#### ACTIVITY
Set down a word-for-word copy of the data below, limited to the lines from the first through the line with "may be adjusted".

[[ STUDY MATERIAL open ]]

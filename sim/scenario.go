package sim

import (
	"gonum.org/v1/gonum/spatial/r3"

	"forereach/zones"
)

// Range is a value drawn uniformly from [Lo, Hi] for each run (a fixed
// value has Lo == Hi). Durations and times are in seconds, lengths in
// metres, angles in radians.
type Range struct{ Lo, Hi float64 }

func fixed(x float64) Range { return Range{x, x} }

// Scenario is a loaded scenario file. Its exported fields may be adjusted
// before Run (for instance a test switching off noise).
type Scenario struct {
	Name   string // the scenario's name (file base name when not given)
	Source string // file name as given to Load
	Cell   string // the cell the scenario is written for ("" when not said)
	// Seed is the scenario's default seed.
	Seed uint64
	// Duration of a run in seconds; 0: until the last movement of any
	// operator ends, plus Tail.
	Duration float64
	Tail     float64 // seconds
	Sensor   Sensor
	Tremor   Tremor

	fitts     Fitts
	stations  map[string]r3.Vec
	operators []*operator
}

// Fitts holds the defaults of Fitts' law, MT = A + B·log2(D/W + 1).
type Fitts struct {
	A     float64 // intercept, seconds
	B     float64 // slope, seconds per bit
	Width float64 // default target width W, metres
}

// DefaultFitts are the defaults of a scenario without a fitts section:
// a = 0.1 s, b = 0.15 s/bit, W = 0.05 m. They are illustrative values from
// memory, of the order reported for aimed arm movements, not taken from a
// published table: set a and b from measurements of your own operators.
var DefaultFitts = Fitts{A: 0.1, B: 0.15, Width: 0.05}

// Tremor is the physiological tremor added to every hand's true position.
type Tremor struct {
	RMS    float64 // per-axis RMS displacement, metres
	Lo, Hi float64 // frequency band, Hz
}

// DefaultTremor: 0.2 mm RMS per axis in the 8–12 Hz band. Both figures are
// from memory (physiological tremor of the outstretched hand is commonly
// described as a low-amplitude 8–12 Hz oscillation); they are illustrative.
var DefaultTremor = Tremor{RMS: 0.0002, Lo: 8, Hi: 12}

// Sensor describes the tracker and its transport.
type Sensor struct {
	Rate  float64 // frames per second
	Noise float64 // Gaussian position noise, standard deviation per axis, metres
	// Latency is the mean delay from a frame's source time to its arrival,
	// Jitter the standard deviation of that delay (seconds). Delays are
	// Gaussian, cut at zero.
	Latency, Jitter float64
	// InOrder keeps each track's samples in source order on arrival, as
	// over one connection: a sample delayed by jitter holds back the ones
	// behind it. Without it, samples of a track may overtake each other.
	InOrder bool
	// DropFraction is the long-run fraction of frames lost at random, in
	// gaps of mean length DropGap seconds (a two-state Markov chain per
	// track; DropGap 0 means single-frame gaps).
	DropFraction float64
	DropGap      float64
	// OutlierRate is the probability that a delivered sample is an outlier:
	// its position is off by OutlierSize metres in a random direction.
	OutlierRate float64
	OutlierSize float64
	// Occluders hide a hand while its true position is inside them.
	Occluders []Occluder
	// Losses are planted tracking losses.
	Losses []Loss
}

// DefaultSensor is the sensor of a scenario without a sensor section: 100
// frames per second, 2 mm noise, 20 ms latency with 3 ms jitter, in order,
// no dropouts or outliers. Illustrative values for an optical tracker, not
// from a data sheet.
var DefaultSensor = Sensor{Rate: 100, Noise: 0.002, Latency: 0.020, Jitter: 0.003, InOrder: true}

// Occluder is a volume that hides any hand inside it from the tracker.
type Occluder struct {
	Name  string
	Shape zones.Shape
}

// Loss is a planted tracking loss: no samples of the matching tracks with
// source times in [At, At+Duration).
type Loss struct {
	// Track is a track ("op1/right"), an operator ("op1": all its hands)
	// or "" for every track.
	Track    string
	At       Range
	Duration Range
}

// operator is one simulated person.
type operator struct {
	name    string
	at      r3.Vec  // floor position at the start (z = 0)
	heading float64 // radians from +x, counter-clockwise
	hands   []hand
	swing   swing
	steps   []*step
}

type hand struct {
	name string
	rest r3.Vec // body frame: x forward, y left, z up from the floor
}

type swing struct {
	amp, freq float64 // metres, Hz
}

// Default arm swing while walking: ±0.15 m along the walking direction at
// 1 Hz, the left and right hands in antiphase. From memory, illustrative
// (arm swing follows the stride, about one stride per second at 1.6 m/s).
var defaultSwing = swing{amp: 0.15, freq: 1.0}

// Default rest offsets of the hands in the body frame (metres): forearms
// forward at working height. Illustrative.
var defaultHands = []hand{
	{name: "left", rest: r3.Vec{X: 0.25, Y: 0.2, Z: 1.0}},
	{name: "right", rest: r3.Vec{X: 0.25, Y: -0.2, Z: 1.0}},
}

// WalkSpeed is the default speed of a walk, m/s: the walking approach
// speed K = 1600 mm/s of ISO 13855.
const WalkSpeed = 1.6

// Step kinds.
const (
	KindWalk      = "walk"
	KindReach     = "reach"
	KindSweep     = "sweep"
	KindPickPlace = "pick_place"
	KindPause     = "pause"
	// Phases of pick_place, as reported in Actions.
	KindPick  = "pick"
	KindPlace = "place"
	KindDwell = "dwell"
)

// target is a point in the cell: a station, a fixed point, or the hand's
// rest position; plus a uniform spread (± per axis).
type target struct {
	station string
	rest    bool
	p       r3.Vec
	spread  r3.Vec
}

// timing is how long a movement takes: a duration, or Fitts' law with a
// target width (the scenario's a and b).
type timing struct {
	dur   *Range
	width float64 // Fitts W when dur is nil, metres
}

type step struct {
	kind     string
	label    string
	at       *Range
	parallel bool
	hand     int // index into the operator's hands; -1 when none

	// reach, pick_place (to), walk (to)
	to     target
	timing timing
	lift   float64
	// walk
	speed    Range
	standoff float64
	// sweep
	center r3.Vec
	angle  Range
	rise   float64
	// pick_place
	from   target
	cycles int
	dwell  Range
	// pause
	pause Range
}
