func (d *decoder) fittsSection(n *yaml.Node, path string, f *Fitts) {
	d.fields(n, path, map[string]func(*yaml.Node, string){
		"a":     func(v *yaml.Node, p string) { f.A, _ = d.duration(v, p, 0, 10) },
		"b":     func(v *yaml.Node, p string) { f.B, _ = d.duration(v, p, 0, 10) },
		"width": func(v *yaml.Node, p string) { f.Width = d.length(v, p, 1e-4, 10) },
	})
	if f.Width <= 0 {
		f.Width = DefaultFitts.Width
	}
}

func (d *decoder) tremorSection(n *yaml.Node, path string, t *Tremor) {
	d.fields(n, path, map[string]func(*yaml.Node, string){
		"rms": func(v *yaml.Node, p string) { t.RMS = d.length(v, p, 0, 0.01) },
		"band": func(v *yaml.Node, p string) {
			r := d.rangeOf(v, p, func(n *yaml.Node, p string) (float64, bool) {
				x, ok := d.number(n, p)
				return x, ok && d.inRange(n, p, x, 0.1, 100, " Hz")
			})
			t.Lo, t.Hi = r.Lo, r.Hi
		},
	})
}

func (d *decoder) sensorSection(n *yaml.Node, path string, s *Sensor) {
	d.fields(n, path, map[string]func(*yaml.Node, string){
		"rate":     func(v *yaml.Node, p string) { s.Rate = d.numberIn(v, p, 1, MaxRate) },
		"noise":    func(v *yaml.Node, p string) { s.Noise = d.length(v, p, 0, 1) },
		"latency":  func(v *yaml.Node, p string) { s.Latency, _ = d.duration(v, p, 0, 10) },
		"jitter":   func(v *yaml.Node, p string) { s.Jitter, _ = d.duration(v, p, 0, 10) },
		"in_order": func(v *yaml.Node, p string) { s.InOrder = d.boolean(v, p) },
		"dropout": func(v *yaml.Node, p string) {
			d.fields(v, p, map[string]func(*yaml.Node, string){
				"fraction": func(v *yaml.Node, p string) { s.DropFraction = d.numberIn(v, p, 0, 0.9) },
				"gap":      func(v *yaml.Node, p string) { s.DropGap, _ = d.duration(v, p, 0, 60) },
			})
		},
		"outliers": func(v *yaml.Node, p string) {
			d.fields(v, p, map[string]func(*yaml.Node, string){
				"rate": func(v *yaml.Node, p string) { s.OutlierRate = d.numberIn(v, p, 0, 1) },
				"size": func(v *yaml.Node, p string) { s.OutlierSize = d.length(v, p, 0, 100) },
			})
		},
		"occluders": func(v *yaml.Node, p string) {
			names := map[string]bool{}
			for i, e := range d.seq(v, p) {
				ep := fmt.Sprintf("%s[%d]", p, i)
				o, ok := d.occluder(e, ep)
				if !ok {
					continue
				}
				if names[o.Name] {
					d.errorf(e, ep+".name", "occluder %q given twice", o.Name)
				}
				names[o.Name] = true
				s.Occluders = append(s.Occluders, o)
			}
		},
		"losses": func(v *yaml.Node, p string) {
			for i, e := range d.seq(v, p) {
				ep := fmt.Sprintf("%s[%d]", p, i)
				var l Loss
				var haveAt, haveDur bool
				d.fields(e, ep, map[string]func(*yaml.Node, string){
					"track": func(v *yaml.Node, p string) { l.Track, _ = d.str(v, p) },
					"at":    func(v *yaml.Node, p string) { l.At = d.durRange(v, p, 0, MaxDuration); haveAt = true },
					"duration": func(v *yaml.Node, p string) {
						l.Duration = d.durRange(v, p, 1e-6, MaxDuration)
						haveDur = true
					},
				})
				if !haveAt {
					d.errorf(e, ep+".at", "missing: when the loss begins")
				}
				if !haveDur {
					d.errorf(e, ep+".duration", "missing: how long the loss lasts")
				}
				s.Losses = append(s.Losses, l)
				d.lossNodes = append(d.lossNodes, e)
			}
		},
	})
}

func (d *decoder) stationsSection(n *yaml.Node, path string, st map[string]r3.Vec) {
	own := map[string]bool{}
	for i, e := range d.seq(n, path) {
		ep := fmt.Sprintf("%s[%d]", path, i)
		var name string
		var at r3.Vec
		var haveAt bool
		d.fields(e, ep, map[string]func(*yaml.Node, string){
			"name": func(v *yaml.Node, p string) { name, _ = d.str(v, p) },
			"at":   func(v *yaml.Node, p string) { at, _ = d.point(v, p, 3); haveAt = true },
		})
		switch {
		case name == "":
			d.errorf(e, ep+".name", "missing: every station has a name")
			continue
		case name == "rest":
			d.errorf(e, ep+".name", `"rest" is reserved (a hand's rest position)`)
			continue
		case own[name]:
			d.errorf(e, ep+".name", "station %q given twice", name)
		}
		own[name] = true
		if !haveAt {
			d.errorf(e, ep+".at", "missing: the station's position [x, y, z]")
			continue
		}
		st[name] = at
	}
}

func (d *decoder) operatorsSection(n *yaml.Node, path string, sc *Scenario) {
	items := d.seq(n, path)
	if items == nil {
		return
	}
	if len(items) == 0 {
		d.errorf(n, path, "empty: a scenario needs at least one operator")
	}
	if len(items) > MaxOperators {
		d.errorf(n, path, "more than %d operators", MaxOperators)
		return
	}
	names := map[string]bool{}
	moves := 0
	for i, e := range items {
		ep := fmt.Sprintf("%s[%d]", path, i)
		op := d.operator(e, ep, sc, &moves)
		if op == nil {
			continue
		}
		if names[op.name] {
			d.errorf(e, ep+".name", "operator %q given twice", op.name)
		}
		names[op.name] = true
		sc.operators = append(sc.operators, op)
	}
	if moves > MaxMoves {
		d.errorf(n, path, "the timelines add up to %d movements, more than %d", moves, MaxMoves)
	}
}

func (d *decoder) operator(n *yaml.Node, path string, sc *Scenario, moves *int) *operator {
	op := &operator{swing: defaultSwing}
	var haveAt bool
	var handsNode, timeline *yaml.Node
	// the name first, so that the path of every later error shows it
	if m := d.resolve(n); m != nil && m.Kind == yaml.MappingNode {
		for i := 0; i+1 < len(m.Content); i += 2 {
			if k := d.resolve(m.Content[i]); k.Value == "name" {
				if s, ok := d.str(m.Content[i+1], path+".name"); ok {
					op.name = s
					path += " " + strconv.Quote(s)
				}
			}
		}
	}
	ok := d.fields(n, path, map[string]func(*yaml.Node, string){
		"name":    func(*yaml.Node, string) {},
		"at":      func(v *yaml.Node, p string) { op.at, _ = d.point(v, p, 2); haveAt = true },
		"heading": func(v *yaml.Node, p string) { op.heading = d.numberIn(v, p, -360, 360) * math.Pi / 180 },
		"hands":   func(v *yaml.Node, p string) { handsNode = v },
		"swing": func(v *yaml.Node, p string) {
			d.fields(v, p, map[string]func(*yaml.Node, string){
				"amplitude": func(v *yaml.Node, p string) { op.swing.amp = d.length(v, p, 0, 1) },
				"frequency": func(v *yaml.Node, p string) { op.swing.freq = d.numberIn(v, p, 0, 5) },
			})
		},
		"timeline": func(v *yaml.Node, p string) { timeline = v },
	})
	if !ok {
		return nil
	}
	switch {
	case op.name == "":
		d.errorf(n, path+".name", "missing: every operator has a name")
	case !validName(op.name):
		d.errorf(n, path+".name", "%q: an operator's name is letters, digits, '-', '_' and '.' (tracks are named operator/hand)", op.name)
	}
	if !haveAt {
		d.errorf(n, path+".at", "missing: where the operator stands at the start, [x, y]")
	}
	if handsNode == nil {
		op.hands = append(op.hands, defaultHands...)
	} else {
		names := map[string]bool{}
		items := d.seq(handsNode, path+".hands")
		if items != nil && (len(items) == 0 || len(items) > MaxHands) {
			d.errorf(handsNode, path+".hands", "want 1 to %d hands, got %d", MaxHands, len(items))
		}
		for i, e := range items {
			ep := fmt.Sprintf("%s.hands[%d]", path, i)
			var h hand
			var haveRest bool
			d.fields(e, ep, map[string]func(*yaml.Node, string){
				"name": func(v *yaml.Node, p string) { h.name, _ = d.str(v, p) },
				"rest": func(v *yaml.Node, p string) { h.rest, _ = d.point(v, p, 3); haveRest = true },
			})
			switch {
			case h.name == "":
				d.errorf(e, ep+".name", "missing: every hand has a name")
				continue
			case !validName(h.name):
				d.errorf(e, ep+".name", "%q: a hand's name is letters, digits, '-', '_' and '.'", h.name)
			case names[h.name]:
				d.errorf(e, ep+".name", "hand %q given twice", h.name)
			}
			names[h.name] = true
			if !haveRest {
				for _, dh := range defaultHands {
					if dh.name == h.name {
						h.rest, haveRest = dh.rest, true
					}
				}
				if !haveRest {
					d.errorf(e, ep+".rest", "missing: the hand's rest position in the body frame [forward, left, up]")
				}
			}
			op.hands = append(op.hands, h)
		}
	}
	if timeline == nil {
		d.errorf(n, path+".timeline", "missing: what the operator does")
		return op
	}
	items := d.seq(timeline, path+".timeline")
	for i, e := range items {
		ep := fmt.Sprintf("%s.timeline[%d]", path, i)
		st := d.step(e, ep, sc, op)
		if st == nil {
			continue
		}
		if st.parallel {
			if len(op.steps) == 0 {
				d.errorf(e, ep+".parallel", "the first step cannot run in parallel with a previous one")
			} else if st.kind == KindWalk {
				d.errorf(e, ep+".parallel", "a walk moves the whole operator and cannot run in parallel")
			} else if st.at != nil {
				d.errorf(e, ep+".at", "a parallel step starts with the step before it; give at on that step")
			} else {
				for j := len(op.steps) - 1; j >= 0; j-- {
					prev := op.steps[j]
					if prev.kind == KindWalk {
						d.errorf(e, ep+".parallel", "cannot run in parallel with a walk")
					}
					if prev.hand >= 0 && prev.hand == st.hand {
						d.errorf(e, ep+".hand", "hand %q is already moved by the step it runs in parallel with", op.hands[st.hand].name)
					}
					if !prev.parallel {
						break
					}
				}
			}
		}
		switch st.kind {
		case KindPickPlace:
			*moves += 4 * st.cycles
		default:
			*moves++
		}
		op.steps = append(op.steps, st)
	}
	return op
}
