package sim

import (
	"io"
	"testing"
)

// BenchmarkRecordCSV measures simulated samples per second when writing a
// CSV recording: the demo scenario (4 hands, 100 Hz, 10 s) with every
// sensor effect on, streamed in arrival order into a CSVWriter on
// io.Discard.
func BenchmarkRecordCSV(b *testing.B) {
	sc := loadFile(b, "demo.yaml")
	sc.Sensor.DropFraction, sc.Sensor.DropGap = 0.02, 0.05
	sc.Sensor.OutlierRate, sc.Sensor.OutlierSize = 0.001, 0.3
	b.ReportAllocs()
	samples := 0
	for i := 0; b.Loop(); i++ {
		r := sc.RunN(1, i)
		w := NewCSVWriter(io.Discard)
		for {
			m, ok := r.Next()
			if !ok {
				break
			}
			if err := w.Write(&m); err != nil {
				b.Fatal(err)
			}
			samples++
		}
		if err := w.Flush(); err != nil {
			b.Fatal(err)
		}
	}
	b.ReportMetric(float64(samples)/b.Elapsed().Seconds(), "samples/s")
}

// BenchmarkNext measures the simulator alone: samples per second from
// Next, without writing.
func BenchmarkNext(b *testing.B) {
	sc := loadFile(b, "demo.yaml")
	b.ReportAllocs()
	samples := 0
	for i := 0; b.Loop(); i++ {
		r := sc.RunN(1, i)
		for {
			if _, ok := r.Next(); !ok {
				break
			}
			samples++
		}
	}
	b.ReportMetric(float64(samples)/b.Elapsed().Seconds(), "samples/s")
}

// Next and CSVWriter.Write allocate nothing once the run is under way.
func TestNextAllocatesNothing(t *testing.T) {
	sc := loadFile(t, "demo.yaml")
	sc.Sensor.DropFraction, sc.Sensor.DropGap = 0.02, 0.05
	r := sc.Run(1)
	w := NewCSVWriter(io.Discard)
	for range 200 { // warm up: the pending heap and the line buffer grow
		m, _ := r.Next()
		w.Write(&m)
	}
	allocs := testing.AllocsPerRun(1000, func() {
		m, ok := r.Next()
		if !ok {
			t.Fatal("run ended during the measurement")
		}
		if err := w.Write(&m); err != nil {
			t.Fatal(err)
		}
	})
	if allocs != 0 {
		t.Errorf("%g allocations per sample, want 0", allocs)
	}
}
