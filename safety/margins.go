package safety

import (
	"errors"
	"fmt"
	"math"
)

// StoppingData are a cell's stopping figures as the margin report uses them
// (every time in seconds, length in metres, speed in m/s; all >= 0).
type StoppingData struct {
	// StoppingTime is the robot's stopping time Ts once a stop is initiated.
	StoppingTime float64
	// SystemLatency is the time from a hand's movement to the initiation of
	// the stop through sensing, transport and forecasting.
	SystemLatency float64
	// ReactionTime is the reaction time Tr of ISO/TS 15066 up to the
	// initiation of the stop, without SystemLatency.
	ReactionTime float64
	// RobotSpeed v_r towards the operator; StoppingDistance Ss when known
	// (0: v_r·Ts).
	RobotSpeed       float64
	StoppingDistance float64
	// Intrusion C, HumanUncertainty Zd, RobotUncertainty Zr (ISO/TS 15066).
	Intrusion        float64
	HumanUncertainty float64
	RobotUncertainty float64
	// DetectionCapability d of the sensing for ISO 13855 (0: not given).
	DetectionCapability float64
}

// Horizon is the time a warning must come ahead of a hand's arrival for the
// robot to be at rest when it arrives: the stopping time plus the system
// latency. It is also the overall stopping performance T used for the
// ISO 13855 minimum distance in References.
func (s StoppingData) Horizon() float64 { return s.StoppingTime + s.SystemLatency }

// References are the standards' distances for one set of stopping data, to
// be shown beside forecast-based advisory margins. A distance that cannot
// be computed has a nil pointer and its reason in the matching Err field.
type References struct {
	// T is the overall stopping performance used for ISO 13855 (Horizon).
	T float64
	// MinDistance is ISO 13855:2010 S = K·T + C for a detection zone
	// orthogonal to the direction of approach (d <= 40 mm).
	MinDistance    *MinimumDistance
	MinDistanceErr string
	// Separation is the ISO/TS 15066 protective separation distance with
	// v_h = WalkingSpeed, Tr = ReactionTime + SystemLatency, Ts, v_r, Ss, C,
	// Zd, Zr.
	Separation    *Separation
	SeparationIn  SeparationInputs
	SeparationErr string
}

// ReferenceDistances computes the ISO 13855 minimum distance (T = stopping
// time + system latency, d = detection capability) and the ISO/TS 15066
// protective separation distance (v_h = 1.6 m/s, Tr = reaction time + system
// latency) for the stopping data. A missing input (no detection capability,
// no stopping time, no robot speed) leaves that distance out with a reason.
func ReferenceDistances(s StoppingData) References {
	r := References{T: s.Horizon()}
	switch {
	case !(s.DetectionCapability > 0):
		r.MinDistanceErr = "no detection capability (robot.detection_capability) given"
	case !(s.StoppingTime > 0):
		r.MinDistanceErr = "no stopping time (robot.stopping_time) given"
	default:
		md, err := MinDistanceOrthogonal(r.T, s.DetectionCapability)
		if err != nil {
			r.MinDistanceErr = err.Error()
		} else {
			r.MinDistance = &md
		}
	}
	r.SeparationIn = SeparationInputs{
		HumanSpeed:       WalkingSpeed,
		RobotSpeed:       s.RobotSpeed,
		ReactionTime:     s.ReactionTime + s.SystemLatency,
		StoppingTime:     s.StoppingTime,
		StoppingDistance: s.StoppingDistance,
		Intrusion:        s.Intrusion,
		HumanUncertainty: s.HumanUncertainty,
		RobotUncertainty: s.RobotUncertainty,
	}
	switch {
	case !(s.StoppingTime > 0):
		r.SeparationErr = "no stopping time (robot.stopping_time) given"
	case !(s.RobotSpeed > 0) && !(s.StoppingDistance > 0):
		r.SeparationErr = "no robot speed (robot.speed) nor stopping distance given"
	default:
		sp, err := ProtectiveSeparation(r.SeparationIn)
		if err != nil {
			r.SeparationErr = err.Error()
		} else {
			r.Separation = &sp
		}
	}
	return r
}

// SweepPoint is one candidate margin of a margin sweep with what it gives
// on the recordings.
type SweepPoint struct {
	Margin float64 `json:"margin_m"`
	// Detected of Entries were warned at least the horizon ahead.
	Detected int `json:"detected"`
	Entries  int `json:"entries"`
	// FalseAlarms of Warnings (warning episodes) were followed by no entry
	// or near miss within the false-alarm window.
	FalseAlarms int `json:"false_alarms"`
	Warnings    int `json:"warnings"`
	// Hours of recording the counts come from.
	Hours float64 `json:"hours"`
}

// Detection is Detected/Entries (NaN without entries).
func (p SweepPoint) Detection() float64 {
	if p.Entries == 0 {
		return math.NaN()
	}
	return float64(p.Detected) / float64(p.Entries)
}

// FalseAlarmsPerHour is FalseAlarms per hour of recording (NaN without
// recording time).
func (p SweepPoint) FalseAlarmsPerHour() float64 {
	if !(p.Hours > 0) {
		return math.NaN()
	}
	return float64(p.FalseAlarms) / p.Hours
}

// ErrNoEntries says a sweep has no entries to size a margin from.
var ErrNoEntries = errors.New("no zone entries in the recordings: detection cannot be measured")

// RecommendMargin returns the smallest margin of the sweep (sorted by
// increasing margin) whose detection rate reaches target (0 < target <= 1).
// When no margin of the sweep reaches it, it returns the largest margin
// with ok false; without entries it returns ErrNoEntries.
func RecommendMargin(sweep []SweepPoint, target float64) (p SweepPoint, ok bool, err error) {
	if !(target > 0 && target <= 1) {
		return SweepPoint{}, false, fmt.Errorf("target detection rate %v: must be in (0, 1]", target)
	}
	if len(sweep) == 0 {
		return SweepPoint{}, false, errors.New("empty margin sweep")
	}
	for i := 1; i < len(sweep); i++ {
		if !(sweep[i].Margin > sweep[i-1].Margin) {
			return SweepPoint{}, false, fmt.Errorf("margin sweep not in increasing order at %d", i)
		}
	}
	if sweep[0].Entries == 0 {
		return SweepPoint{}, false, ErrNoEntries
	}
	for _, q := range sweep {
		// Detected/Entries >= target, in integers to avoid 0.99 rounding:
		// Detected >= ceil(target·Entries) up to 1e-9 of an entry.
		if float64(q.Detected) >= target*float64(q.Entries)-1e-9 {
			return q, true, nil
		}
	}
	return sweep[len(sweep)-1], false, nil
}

[[ STUDY MATERIAL closed ]]

#### ANSWER TO THIS EXERCISE
filename sim/scenario.go
package sim

import (
	"gonum.org/v1/gonum/spatial/r3"

	"forereach/zones"
)

// Range is a value drawn uniformly from [Lo, Hi] for each run (a fixed
// value has Lo == Hi). Durations and times are in seconds, lengths in
// metres, angles in radians.
type Range struct{ Lo, Hi float64 }

func fixed(x float64) Range { return Range{x, x} }

// Scenario is a loaded scenario file. Its exported fields may be adjusted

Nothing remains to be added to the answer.